Although both he and Gurry are well-known figures in the global IP community, Pooley said he did not feel that there were any conflicts of loyalty among their many mutual acquaintances: “People are properly focused on the facts and the need to verify what happened so that the [WIPO] member states can decide what, if anything, to do. This is about governance and transparency of process; it’s not about personalities.”

It is imperative, he continued, that the investigation be allowed to run its course. “It’s not terribly complicated: experienced, independent professionals have to be given the tools to look into this and to reach their conclusions.
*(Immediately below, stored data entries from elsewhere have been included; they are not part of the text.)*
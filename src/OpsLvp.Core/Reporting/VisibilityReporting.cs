using OpsLvp.Core.Units;

namespace OpsLvp.Core.Reporting;

/// <summary>
/// Turns a visibility into its reported value. Steps: 50 m below 800 m; 100 m from 800 m to below 5 km; 1 km from
/// 5 km to below 10 km; 10 km or more is reported as 10 km (<c>9999</c>). Rounded down.
/// (ICAO Annex 3, App 3, §4.2 — from memory; also common practice.)
/// </summary>
/// <remarks>
/// Boundaries: 800 m, 5000 m and 10 000 m belong to the upper band (799.9 → 750, 800 → 800, 4999.9 → 4900,
/// 5000 → 5000, 9999.9 → 9000, 10 000 → 10 km or more). Below 50 m the report is 0 m (<c>0000</c>).
/// </remarks>
public static class VisibilityReporting
{
    /// <summary>10 km: at or above it visibility is reported as 10 km (<c>9999</c>).</summary>
    public static readonly Metres TenKilometres = new(10_000);

    /// <summary>
    /// The reported value of a visibility. <paramref name="visibility"/> must be finite and ≥ 0 m, else
    /// <see cref="ArgumentOutOfRangeException"/>.
    /// </summary>
    public static VisibilityReport Report(Metres visibility)
    {
        var v = visibility.Value;
        if (!double.IsFinite(v) || v < 0)
        {
            throw new ArgumentOutOfRangeException(nameof(visibility), v, "visibility must be a finite number of metres, 0 or more");
        }
        if (v >= TenKilometres.Value)
        {
            return new VisibilityReport(TenKilometres);
        }
        var step = v switch
        {
            < 800 => 50.0,
            < 5000 => 100.0,
            _ => 1000.0,
        };
        return new VisibilityReport(new Metres(Math.Floor(v / step) * step));
    }
}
That means giving them full access to all relevant documents and enabling them to talk to witnesses who are fully protected from possible retaliatory action and so able to talk freely and frankly.”

If the investigation is not completed or a full explanation for its termination is not provided, Pooley said, the repercussions for WIPO and the United Nations in general would be serious: “As a point of principle we should expect a public institution to be responsive to situations like this and to be ready to cooperate fully with any attempts to look at what are very serious allegations. Were this not to be the case, then staff inside the institution would conclude that it was not serious about uncovering cases of potential wrongdoing, while those on the outside would lose trust in it.” Trust and goodwill, he claimed, are vital to any public institution’s efficacy – once lost, they are extremely difficult to restore.

Time for transparency

Like WIPO, which is also under the spotlight for all the wrong reasons (see box below), the EPO is not structured to deal with the realities of a modern world that demands public accountability. Both agencies are funded by their users, many of which are public companies subject to strong national and international reporting regimes. It is not unreasonable for such entities to expect that the organisations to which they often pay significant amounts of money each year face similar requirements.
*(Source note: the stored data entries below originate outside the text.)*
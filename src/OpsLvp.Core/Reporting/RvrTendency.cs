namespace OpsLvp.Core.Optics;

/// <summary>RVR tendency over the 10-minute period, METAR suffix <c>U</c>/<c>D</c>/<c>N</c> (WMO-No. 306, FM 15).</summary>
public enum RvrTendency
{
    /// <summary>No distinct change: <c>N</c>.</summary>
    NoChange,
    /// <summary>Upward: <c>U</c>.</summary>
    Up,
    /// <summary>Downward: <c>D</c>.</summary>
    Down,
}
It is impossible to know whether the accusations levelled at Battistelli and other members of senior management are fair; but what is clear is that in the age of the Internet and the 24-hour news cycle, once charges have been made, they do not just go away – they either get answered or they fester. As a result, in the 21st century, institutional and personal transparency is the only real option. And if this is not forthcoming voluntarily, in the end solutions will be imposed.

Michelle Lee has recently been sworn in as the new director of the US Patent and Trademark Office, but before that could happen she had to appear twice before members of the Senate Judiciary Committee. She can now be called to Congress at any time to answer whatever questions the elected representatives of the American people may have of her. The US patent system is far from perfect, but here, surely, it can teach Europe a lesson.

The EPO is not (and cannot ever be) an EU institution answerable to the European Parliament, but it is hard to believe that there not ways to make it more directly and regularly accountable – and for a public light to be shone permanently on its decision-making processes. It would be preferable for EPO management team and administrative council to come up with the necessary solutions; but if they cannot or will not, someone else should take on the challenge.

As the EU unitary patent regime and Unified Patent Court regime approach – and with them a much more important role for Europe in the patent world – it is time for the governance of the European patent system to embrace the modern age.